— The task —
Copy, from the data below, every line that has "those" in it.

┌──

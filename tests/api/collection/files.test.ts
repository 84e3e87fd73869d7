import sharp from 'sharp';
import { beforeAll, describe, expect, it } from 'vitest';
import type { DocumentId, PhotoId } from '@/lib/contracts/ids';
import { addDocumentUseCase } from '@/lib/use-cases/collection/add-document';
import { addPhotoUseCase } from '@/lib/use-cases/collection/add-photo';
import { editPhotoUseCase } from '@/lib/use-cases/collection/edit-photo';
import { removePhotoUseCase } from '@/lib/use-cases/collection/remove-photo';
import { showAnimalUseCase } from '@/lib/use-cases/collection/show-animal';
import { showDocumentUseCase } from '@/lib/use-cases/collection/show-document';
import { showPhotoUseCase } from '@/lib/use-cases/collection/show-photo';
import { makeWorkspace, performAs, type TestMember, type TestWorkspace } from '../setup/fixture';

let workspace: TestWorkspace;
beforeAll(async () => {
  workspace = await makeWorkspace();
});

/** A wide picture that was taken with the camera on its side, and says where. */
async function photoWithPlace(): Promise<File> {
  const bytes = await sharp({ create: { width: 2400, height: 1200, channels: 3, background: '#8a5a2b' } })
    .withExif({
      IFD0: { Copyright: 'A Person', Orientation: '6' },
      IFD3: { GPSLatitude: '51/1 30/1 0/1', GPSLatitudeRef: 'N' },
    })
    .withMetadata({ orientation: 6 })
    .jpeg()
    .toBuffer();
  return new File([new Uint8Array(bytes)], 'holiday.jpg', { type: 'image/jpeg' });
}
const addPhoto = (by: TestMember, file: File) =>
  performAs(workspace, by, addPhotoUseCase, { params: { animal: workspace.damId }, body: { file } });
const showPhoto = (by: TestMember, photo: PhotoId, size: 'large' | 'small' = 'large') =>
  performAs(workspace, by, showPhotoUseCase, { params: { photo }, query: { size } });

describe('photos', () => {
  it('are turned upright, made smaller and freed of what the camera wrote', async () => {
    const { id } = await addPhoto(workspace.owner, await photoWithPlace());
    const large = await showPhoto(workspace.owner, id);
    expect(large).toMatchObject({ contentType: 'image/webp', inline: true });
    const kept = await sharp(large.body as Uint8Array).metadata();
    expect(kept).toMatchObject({ format: 'webp', width: 800, height: 1600 });
    expect(kept.exif).toBeUndefined();
    expect(kept.xmp).toBeUndefined();
    const small = await sharp((await showPhoto(workspace.owner, id, 'small')).body as Uint8Array).metadata();
    expect([small.width, small.height]).toEqual([160, 320]);
  });

  it('are known by their content, not by their name', async () => {
    const page = new File(['<html><script>alert(1)</script></html>'], 'snake.jpg', { type: 'image/jpeg' });
    await expect(addPhoto(workspace.owner, page)).rejects.toMatchObject({ code: 'unsupported_file' });
    const drawing = new File(
      ['<svg xmlns="http://www.w3.org/2000/svg"><script>1</script></svg>'],
      'snake.png',
      { type: 'image/png' },
    );
    await expect(addPhoto(workspace.owner, drawing)).rejects.toMatchObject({ code: 'unsupported_file' });
    const cut = (await photoWithPlace()).slice(0, 300);
    await expect(addPhoto(workspace.owner, new File([cut], 'cut.jpg'))).rejects.toMatchObject({
      code: 'unsupported_file',
    });
  });

  it('are served to those who may see the animal only', async () => {
    const { id } = await addPhoto(workspace.partner, await photoWithPlace());
    expect((await showPhoto(workspace.partner, id)).contentType).toBe('image/webp');
    await expect(showPhoto(workspace.otherPartner, id)).rejects.toMatchObject({ code: 'not_found' });
    const elsewhere = await makeWorkspace();
    await expect(
      performAs(elsewhere, elsewhere.owner, showPhotoUseCase, { params: { photo: id } }),
    ).rejects.toMatchObject({ code: 'not_found' });
    await expect(addPhoto(workspace.otherPartner, await photoWithPlace())).rejects.toMatchObject({
      code: 'not_found',
    });
  });

  it('can be put first and removed', async () => {
    const last = (await addPhoto(workspace.owner, await photoWithPlace())).id;
    await performAs(workspace, workspace.owner, editPhotoUseCase, {
      params: { photo: last },
      body: { first: true, caption: 'After shed' },
    });
    const show = () =>
      performAs(workspace, workspace.owner, showAnimalUseCase, { params: { animal: workspace.damId } });
    expect((await show()).photos[0]).toMatchObject({ id: last, caption: 'After shed' });
    await performAs(workspace, workspace.owner, removePhotoUseCase, { params: { photo: last } });
    expect((await show()).photos.some(({ id }) => id === last)).toBe(false);
    await expect(showPhoto(workspace.owner, last)).rejects.toMatchObject({ code: 'not_found' });
  });
});

describe('papers', () => {
  const addPaper = (file: File) =>
    performAs(workspace, workspace.owner, addDocumentUseCase, {
      params: { animal: workspace.damId },
      body: { file },
    });
  const pdf = new File(['%PDF-1.7\n%âãÏÓ\n'], 'permit.pdf', { type: 'application/pdf' });

  it('are kept and given back as they are', async () => {
    const { id } = await addPaper(pdf);
    const file = await performAs(workspace, workspace.partner, showDocumentUseCase, {
      params: { document: id as DocumentId },
    });
    expect(file).toMatchObject({ contentType: 'application/pdf', fileName: 'permit.pdf' });
    expect(file.inline).toBeUndefined();
    expect(new TextDecoder().decode(file.body as Uint8Array)).toMatch(/^%PDF-1\.7/);
    await expect(
      performAs(workspace, workspace.otherPartner, showDocumentUseCase, { params: { document: id } }),
    ).rejects.toMatchObject({ code: 'not_found' });
  });

  it.each([
    ['a program', new File([new Uint8Array([0x7f, 0x45, 0x4c, 0x46, 2, 1, 1, 0])], 'paper.pdf')],
    ['a page with markup', new File(['<!doctype html><p>hello'], 'note.txt')],
    ['an archive', new File([new Uint8Array([0x50, 0x4b, 3, 4, 0, 0])], 'paper.png')],
  ])('refuse %s whatever it is called', async (_, file) => {
    await expect(addPaper(file)).rejects.toMatchObject({ code: 'unsupported_file' });
  });

  it('refuse more than 10 MB', async () => {
    await expect(
      addPaper(new File([new Uint8Array(10 * 1024 * 1024 + 1)], 'large.txt')),
    ).rejects.toMatchObject({ code: 'too_large' });
  });
});
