'use client';

import { keepPreviousData, useQuery } from '@tanstack/react-query';
import type { z } from 'zod';
import { showLineage } from '@/lib/contracts/lineage';
import { optionsOf } from './queries';
import { useWorkspaceSlug } from './workspace';

/** The lineage of an animal or a species; the graph before stays in sight while the next is fetched. */
export function useLineage(query: z.input<typeof showLineage.query>) {
  const workspace = useWorkspaceSlug();
  const asks = Boolean(query.animal) !== Boolean(query.species);
  return useQuery({
    ...optionsOf(showLineage, { params: { workspace }, query }),
    placeholderData: keepPreviousData,
    enabled: asks,
  });
}
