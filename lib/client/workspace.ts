'use client';

import { useSuspenseQuery } from '@tanstack/react-query';
import { useParams } from 'next/navigation';
import type { Action } from '@/lib/contracts/actions';
import { showWorkspace } from '@/lib/contracts/session';
import { optionsOf } from './queries';

/** The slug of the workspace that the address names. */
export function useWorkspaceSlug(): string {
  return String(useParams().workspace);
}

/** The workspace of the address, filled by its layout. */
export function useWorkspace() {
  return useSuspenseQuery(optionsOf(showWorkspace, { params: { workspace: useWorkspaceSlug() } })).data;
}

/** Whether the caller's role includes an action; the server decides again. */
export function useMay(action: Action): boolean {
  return useWorkspace().actions.includes(action);
}

/** The workspace's parties by id, for names and marks. */
export function useParties() {
  const { parties } = useWorkspace();
  return new Map(parties.map((party) => [party.id, party]));
}
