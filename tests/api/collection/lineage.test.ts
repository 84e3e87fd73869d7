import { beforeAll, describe, expect, it } from 'vitest';
import type { AnimalId } from '@/lib/contracts/ids';
import { createAnimalUseCase } from '@/lib/use-cases/collection/create-animal';
import { showLineageUseCase } from '@/lib/use-cases/collection/show-lineage';
import { makeWorkspace, performAs, type TestMember, type TestWorkspace } from '../setup/fixture';

let workspace: TestWorkspace;
const ids: Record<string, AnimalId> = {};
beforeAll(async () => {
  workspace = await makeWorkspace();
  const add = async (code: string, sex: string, body: Record<string, unknown> = {}) => {
    const made = await performAs(workspace, workspace.owner, createAnimalUseCase, {
      body: {
        code,
        sex,
        speciesId: workspace.speciesId,
        owners: [{ partyId: workspace.partner.partyId, parts: 1 }],
        ...body,
      },
    });
    ids[code] = made.id;
  };
  const het = [
    { locusId: workspace.locusId, shows: '', carries: { genotypes: { '+/a': '1' }, basis: 'proven' } },
  ];
  await add('G-1', 'male', { loci: het });
  await add('G-2', 'female', { loci: het, owners: [{ partyId: workspace.otherPartner.partyId, parts: 1 }] });
  await add('P-1', 'male', {
    sireId: ids['G-1'],
    damId: ids['G-2'],
    loci: [{ locusId: workspace.locusId, shows: '', carries: null }],
  });
  await add('P-2', 'female', {
    sireId: ids['G-1'],
    damId: ids['G-2'],
    loci: [{ locusId: workspace.locusId, shows: 'Albino', carries: null }],
  });
  await add('C-1', 'unknown', { sireId: ids['P-1'], damId: ids['P-2'] });
  await add('S-1', 'male', {});
  await add('C-2', 'female', {
    damId: ids['P-2'],
    possibleSires: [{ animalId: ids['P-1'] }, { animalId: ids['S-1'] }],
  });
});

const look = (by: TestMember, query: Record<string, unknown>) =>
  performAs(workspace, by, showLineageUseCase, { query: query as never });
const codes = (nodes: { code: string }[]) => nodes.map(({ code }) => code).sort();

describe('lineage', () => {
  it('goes so many generations up and down, with the other parents of the young', async () => {
    expect(codes((await look(workspace.owner, { animal: ids['C-1'], up: 1, down: 0 })).nodes)).toEqual([
      'C-1',
      'P-1',
      'P-2',
    ]);
    expect(codes((await look(workspace.owner, { animal: ids['C-1'], up: 2, down: 0 })).nodes)).toEqual([
      'C-1',
      'G-1',
      'G-2',
      'P-1',
      'P-2',
    ]);
    expect(codes((await look(workspace.owner, { animal: ids['S-1'], up: 0, down: 1 })).nodes)).toEqual([
      'C-2',
      'P-1',
      'P-2',
      'S-1',
    ]);
  });

  it('marks matings of relatives over the whole pedigree, also those that are not in sight', async () => {
    const { relatedMates } = await look(workspace.owner, { animal: ids['C-1'], up: 1, down: 0 });
    expect(relatedMates).toEqual([[ids['P-1'], ids['P-2']]]);
    const { relatedMates: of } = await look(workspace.owner, { animal: ids['P-1'], up: 1, down: 0 });
    expect(of).toEqual([]);
  });

  it('fills by a locus: who shows it, who carries it, who may', async () => {
    const { nodes } = await look(workspace.owner, {
      animal: ids['C-1'],
      up: 2,
      down: 0,
      locus: workspace.locusId,
    });
    const fill = (code: string) => nodes.find((node) => node.code === code)?.fill;
    expect(fill('P-2')).toMatchObject({ shows: true, carries: 1 });
    expect(fill('G-1')).toMatchObject({ shows: false, carries: 1 });
    // A normal child of two hets: two of three (textbook monohybrid cross).
    expect(fill('P-1')?.carries).toBeCloseTo(2 / 3, 12);
    // Its mother has two copies, so it carries one for certain.
    expect(fill('C-1')?.carries).toBe(1);
  });

  it('shows an ancestor that may not be seen as a bare symbol, and follows nothing through it', async () => {
    const lineage = await look(workspace.partner, {
      animal: ids['P-1'],
      up: 3,
      down: 0,
      locus: workspace.locusId,
    });
    const hidden = lineage.nodes.filter(({ shown }) => !shown);
    expect(hidden).toEqual([
      expect.objectContaining({
        key: 'hidden-1',
        code: '',
        name: '',
        description: '',
        fill: null,
        sex: 'female',
        sire: null,
        dam: null,
      }),
    ]);
    expect(JSON.stringify(lineage)).not.toContain(ids['G-2']);
    // What the hidden mother carries still counts for her young.
    expect(lineage.nodes.find(({ code }) => code === 'P-1')?.fill?.carries).toBeCloseTo(2 / 3, 12);
    await expect(look(workspace.partner, { animal: ids['G-2'] })).rejects.toMatchObject({
      code: 'not_found',
    });
  });

  it('shows the whole of a species, and refuses to be asked for nothing', async () => {
    expect((await look(workspace.owner, { species: workspace.speciesId })).nodes).toHaveLength(10);
    await expect(look(workspace.owner, {})).rejects.toMatchObject({ code: 'invalid' });
  });
});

└──

— Answer section —
  it('are served to those who may see the animal only', async () => {
  it('marks matings of relatives over the whole pedigree, also those that are not in sight', async () => {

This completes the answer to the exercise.